[Start of Attachment]

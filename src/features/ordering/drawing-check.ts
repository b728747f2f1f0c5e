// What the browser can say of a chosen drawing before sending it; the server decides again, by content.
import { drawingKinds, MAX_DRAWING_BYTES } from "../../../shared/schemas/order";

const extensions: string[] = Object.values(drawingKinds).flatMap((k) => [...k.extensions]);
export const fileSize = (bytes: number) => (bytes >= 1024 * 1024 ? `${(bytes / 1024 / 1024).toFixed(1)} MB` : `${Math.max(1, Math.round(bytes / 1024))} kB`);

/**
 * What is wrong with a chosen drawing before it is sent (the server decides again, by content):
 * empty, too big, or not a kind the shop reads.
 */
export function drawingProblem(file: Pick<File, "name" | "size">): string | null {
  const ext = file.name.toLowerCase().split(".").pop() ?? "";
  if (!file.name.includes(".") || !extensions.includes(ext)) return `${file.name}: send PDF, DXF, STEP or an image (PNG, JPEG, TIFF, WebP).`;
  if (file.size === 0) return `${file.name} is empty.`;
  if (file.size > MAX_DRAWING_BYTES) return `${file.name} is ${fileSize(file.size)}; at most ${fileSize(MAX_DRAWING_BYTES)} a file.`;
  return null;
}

[End of Attachment]
[Start of Attachment]

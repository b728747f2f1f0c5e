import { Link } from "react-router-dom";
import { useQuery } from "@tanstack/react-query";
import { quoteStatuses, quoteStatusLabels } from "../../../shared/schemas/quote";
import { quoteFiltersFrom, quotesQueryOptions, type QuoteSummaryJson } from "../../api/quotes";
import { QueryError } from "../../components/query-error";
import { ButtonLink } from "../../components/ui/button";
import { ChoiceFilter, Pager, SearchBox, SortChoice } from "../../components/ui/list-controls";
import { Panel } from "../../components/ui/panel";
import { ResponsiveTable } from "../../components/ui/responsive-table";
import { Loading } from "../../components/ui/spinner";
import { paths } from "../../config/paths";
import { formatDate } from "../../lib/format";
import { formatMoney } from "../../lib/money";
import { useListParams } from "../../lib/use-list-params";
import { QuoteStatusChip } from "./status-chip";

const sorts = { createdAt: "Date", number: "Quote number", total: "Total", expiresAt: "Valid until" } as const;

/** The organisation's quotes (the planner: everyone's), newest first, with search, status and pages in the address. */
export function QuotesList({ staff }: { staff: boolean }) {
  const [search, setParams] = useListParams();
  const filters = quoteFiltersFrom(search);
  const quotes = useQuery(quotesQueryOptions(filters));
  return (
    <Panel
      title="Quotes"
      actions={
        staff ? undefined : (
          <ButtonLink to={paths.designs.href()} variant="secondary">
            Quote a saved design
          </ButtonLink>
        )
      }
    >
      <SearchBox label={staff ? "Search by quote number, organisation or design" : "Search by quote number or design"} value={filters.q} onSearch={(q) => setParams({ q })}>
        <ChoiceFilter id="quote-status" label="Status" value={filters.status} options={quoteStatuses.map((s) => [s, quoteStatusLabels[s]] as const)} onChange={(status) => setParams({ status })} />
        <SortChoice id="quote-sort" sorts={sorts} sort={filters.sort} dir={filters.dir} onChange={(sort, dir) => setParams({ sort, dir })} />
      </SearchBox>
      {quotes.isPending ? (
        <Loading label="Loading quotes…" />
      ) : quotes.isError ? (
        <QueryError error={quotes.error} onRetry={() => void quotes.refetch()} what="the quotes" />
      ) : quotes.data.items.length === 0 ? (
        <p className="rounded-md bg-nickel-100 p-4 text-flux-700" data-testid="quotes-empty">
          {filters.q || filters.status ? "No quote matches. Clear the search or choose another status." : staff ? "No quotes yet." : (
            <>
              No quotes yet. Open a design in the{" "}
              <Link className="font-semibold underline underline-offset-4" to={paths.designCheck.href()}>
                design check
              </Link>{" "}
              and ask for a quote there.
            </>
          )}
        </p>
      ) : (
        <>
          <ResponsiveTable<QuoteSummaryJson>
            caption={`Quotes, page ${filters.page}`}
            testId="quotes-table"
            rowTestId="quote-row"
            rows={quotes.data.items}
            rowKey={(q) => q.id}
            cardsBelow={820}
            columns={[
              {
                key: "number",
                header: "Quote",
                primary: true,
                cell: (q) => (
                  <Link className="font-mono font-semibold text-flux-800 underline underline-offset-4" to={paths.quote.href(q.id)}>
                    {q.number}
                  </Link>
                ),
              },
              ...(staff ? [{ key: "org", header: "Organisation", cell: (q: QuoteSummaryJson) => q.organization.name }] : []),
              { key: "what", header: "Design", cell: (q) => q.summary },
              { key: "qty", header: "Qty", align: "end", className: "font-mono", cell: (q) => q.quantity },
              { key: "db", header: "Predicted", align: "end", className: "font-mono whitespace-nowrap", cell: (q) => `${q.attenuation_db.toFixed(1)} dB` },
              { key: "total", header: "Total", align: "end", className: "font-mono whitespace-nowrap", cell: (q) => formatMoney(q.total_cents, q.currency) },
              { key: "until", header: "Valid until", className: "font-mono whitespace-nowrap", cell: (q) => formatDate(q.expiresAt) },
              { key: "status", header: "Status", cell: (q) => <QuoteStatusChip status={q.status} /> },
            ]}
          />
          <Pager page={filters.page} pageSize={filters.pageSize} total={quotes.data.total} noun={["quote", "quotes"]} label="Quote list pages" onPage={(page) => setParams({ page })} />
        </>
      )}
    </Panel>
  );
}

[End of Attachment]

> WHAT NEEDS TO BE DONE: Go through the material above, and wherever a line contains the string "useQuery", return it.

> RESULT BELOW:
import { useQuery } from "@tanstack/react-query";
  const quotes = useQuery(quotesQueryOptions(filters));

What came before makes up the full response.